Bennett Mafia Page 41

He held it up. “Brooke always liked this wine. I thought…”

I nodded. “Thank you. That’s perfect.”

“Perfect?” He raised an eyebrow, handing it over.

I grabbed the stem of the glass, avoiding his hand, and I knew he took note.

He stepped back. “Perfect is a big word, especially for someone who’s still here against her will.”

I paused in raising it to my mouth. “What?”

He motioned to the table.

There was a bowl, two plates, three glasses, and two sets of silverware for every seat. Every glass and plate had a gold rim at the edge. It was another reminder of this world I was visiting—a world where I used to live, or I should’ve.

Why was I thinking like this?

I loved being a Hider operative. And that wasn’t this world.

It never would be.

I sat and pulled my chair up to the table. “When are you going to let me go?”

There.

I had to leave, because staying here was messing with my mind. It was muddling everything.

“I thought you were going to bargain for your friend first.”

There was the Kai I knew. We were back on solid footing. I was the 411 Hider, and he was my kidnapper.

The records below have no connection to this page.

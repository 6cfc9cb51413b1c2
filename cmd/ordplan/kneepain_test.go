package main

import (
	"os"
	"path/filepath"
	"strings"
	"testing"
)

// The second example plan (registered before any data exist) checks
// without data, rehearses and sizes the study; every page made from
// simulated data says so in its title and first line.
func TestRegisteredExampleBeforeData(t *testing.T) {
	planPath := filepath.Join("..", "..", "plans", "kneepain.yaml")
	if out, errs, code := runCLI("check", planPath, "--no-data"); code != 0 || !strings.Contains(out, "plan is valid (data file not read)") {
		t.Fatalf("check --no-data: %d %s %s", code, out, errs)
	}
	dir := t.TempDir()
	out, errs, code := runCLI("rehearse", planPath, "--n", "250", "--out", filepath.Join(dir, "r"))
	if code != 0 || !strings.Contains(out, "\nSIMULATED DATA: 250 rows") || !strings.HasPrefix(out, "registered plan: none (no kneepain.lock.json") {
		t.Fatalf("rehearse: %d %s %s", code, out, errs)
	}
	md, _ := os.ReadFile(filepath.Join(dir, "r", "report.md"))
	html, _ := os.ReadFile(filepath.Join(dir, "r", "report.html"))
	lines := strings.SplitN(string(md), "\n", 4)
	if !strings.HasPrefix(lines[0], "# SIMULATED DATA: ") || !strings.HasPrefix(lines[2], "**SIMULATED DATA.**") {
		t.Errorf("report.md opens with\n%s\n%s", lines[0], lines[2])
	}
	if !strings.Contains(string(html), "<title>SIMULATED DATA: ") || !strings.Contains(string(html), "<strong>SIMULATED DATA.</strong>") {
		t.Error("report.html does not say SIMULATED DATA in its title and first line")
	}
	// The generating model is shown: the stated arm effect at every
	// boundary, each site level against north (treatment coding).
	for _, want := range []string{"## The generating model (simulated data)", "| `arm` | 0.4500 | 0.4500 | 0.4500 | 0.4500 |",
		"| `site.east` | 0.1000 | 0.1000 | 0.1000 | 0.1000 |", "cumulative logit model generating each outcome"} {
		if !strings.Contains(string(md), want) {
			t.Errorf("report.md lacks %q", want)
		}
	}
	// The arm was assigned by chance (dictionary.arm.assigned_by_chance):
	// the limits give its comparison a causal reading under the trial's
	// conditions and the other predictors none, and the Methods draft reads
	// its slopes as effects of the assignment given terms measured before; the primary hypothesis,
	// one restriction in a parallel model and one per boundary in the
	// others, is said to take its form from the chosen model, in the limits
	// and in the Methods draft.
	for _, want := range []string{
		"- `arm` was assigned to the units by chance (the plan's dictionary says so, with assigned_by_chance). The comparison of its values (in the models, and in their predicted probabilities and marginal effects) has a causal reading under the conditions of the trial:",
		"The other predictors (`age`, `baseline_pain` and `site`) were not assigned by chance: the models describe how the outcome is associated with them in these data, which does not show that they cause a change in it;",
		"- The plan's hypotheses are read in the chosen model, and their tests took their form from it: `arm = 0` is a test of ",
		"depended on the choice the rules made on the same data, and its p-value does not allow for that choice.",
		"The plan's hypotheses were tested by Wald tests in every candidate model that has their parameters and are read in the chosen model, ",
		"Where the candidates differ in the number of restrictions, the form of the test depended on the model the rules chose.",
		"except that the slopes of `arm`, assigned to the units by chance, estimate effects of the assignment under the trial's conditions, given the other terms, provided these were measured before the assignment;",
		"| `arm` | predictor, assigned by chance | numeric | 0, 1 |",
	} {
		if !strings.Contains(string(md), want) {
			t.Errorf("report.md lacks %q", want)
		}
	}
	if strings.ContainsRune(string(md), '\ue000') {
		t.Error("report.md holds the marker of Markdown cells")
	}
	if strings.Contains(string(md), "They do not show that a predictor causes a change in the outcome") {
		t.Error("the limits deny a causal reading of every predictor, the randomized arm included")
	}
	if _, err := os.Stat(filepath.Join(dir, "r", "simulated-data.csv")); err != nil {
		t.Error("the simulated data are not among the outputs")
	}
	out, errs, code = runCLI("power", planPath, "--n", "120,240", "--replicates", "3", "--out", filepath.Join(dir, "p"), "--quiet")
	if code != 0 || !strings.Contains(out, "change n=240: arm = 0: power") {
		t.Fatalf("power: %d %s %s", code, out, errs)
	}
	for _, f := range []string{"power.md", "power.html", "power.json"} {
		b, err := os.ReadFile(filepath.Join(dir, "p", f))
		if err != nil || !strings.Contains(string(b), "SIMULATED DATA") && f != "power.json" {
			t.Errorf("%s: %v", f, err)
		}
	}
}

// A rehearsal of a plan with a subset on a column that is not a
// predictor: the column is simulated, the reader applies the condition,
// and the report says how many simulated rows it kept (in the opening
// lines and in the methods paragraph), and that the stated proportions
// describe the rows it keeps. The stage generating model is
// named, with its stated correlation accepted. The command line is
// recorded in the report and run.json.
func TestRehearseWithSubset(t *testing.T) {
	src, err := os.ReadFile(filepath.Join("..", "..", "plans", "kneepain.yaml"))
	if err != nil {
		t.Fatal(err)
	}
	s := strings.Replace(string(src), "predictors: [arm, age, baseline_pain, site]", "predictors: [arm, age, site]\nsubset:\n  - {column: baseline_pain, at_least: 3}", 1)
	s = strings.Replace(s, "        baseline_pain: 0.08\n", "", 1)
	s = strings.Replace(s, "  n: 300 ", "  comparison: stage\n  correlations:\n    - {between: [age, baseline_pain], r: 0.3}\n  n: 300 ", 1)
	s = strings.Replace(s, "focus_predictor: baseline_pain", "focus_predictor: age", 1)
	dir := t.TempDir()
	path := filepath.Join(dir, "sub.yaml")
	if err := os.WriteFile(path, []byte(s), 0o644); err != nil {
		t.Fatal(err)
	}
	out, errs, code := runCLI("rehearse", path, "--out", filepath.Join(dir, "r"), "--workers", "2")
	if code != 0 {
		t.Fatalf("rehearse: %d %s %s", code, out, errs)
	}
	md, _ := os.ReadFile(filepath.Join(dir, "r", "report.md"))
	rj, _ := os.ReadFile(filepath.Join(dir, "r", "run.json"))
	// The command line is recorded as for run: without where the
	// outputs go and how many fits run at once.
	if !strings.Contains(string(md), "| Command line | `ordplan rehearse sub.yaml` |") || !strings.Contains(string(rj), `"command_line": "ordplan rehearse sub.yaml"`) {
		t.Errorf("the rehearsal's command line is not recorded in report.md and run.json:\n%s", rj)
	}
	for _, want := range []string{"with a stage (forward) logit model generating each outcome", "The plan's subset (baseline_pain >= 3) kept ",
		" of the 300 simulated rows. The stated category proportions describe the rows the subset keeps, the population the plan analyses", "met the plan's subset conditions (baseline_pain >= 3) and ", " failed them. "} {
		if !strings.Contains(string(md), want) {
			t.Errorf("report.md lacks %q", want)
		}
	}
}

I looked up, feeling more settled inside. “And if I asked that? What then? Would you actually grant that?”

He took a sip from his glass before putting it on the table as he sat to my left at the head of the table.

“I have a proposition for you.” He motioned to the table and the room. “That’s the reason for all of this.”

“A proposition?”

“Yes.” He nodded, his mouth pressing tight before relaxing. He raised his chin. “I let your friend go home.”

“You did?”

Surprise spread through me. My hand tightened on my chair.

“Your Network has been unable to find Brooke. Your friend has no idea where she is. He was bluffing to try to get you back. We followed up on his call, and the person we found had nothing to do with my sister. Now, I’m in a place where I’ve exhausted most of my options.” His eyes pierced mine. “I fully believe you know where my sister is, but the normal ways I would force you to tell me are…unavailable, so I have a different proposition for you.”

“You let Blade go?”

I was still stuck on that one.

“I let him go as a gesture of goodwill to you. He will not make claims of being kidnapped by my family—to the law or to your employers. As far as they’re concerned, he attempted to get you back by himself, and it went bad. He failed. He is back home, and I’ve been told he was put to work immediately.”

Oh God.

I heard what he was saying. “You have people in the Network. They’re giving you information.”

It made sense—that’s how he found me, how he knew Blade was acting on his own.

“Yes, I do.”

“That’s how you knew about me this whole time.”

“Yes.” He gentled his tone. “Brooke asked me to keep tabs on you. She worried about you.”

It didn’t help. I already knew this, and it so didn’t help. I felt a sting of betrayal. The Network was sacred. No one was supposed to be bought. We were all pure. That’s what I’d thought. That’s what I had believed this whole time.

We were good.

Looking at Kai now—he was bad. But since I’d been held by him, the lines had become more and more blurred. And now, hearing there was someone in the Network working for him, fury flared inside of me.

“I believe you know where my sister is,” Kai continued. “I will not be convinced otherwise, but you won’t tell me. I’m loath to force the issue. I’ve tried, and I’m not willing to resort to the lengths that are my last options. So…” He reached for his glass and took a healthy sip from it, gritting his teeth before putting it back on the table. “…here’s another play.”

He paused. His eyes were steady on mine.

“I’ll tell you the truth. All of it.”

CHAPTER TWENTY-THREE


My answer was swift. “Okay.” I raised my head, rolled my shoulders back, and waited.

I didn’t have to wait long.

Kai leaned back in his seat, picking up his glass. “Brooke ran, but she wasn’t alone. She ran away with her boyfriend, a member of a Milwaukee-based mafia family, Levi Barnes. He’s not in line to take over the family business, but he’s connected to them. His father is the youngest of Mildreth Barnes’ sons. Brooke ran with him because she overheard a meeting where I was told Levi was informing on his family to the FBI.”

Ice ran down my spine.

She wasn’t afraid for her life. She was scared for her boyfriend’s. It all made sense now.

“Brooke knows I’ve recently been more ambitious in reaching out to the Midwestern part of the States, to the families who run those territories. She assumed I would either kill Levi as a gift to his family or I would turn him over to them.”

Rats got killed. That’s just what happened.

I nodded, swallowing faintly. “I see.”

“You don’t.” He leaned forward, moving without making a sound. The chair didn’t squeak. There was no shift in the floorboards. If I hadn’t seen it, I would never have heard him. There was an almost ghostly quality to the way he moved sometimes. Silent. Stalking. Hunting.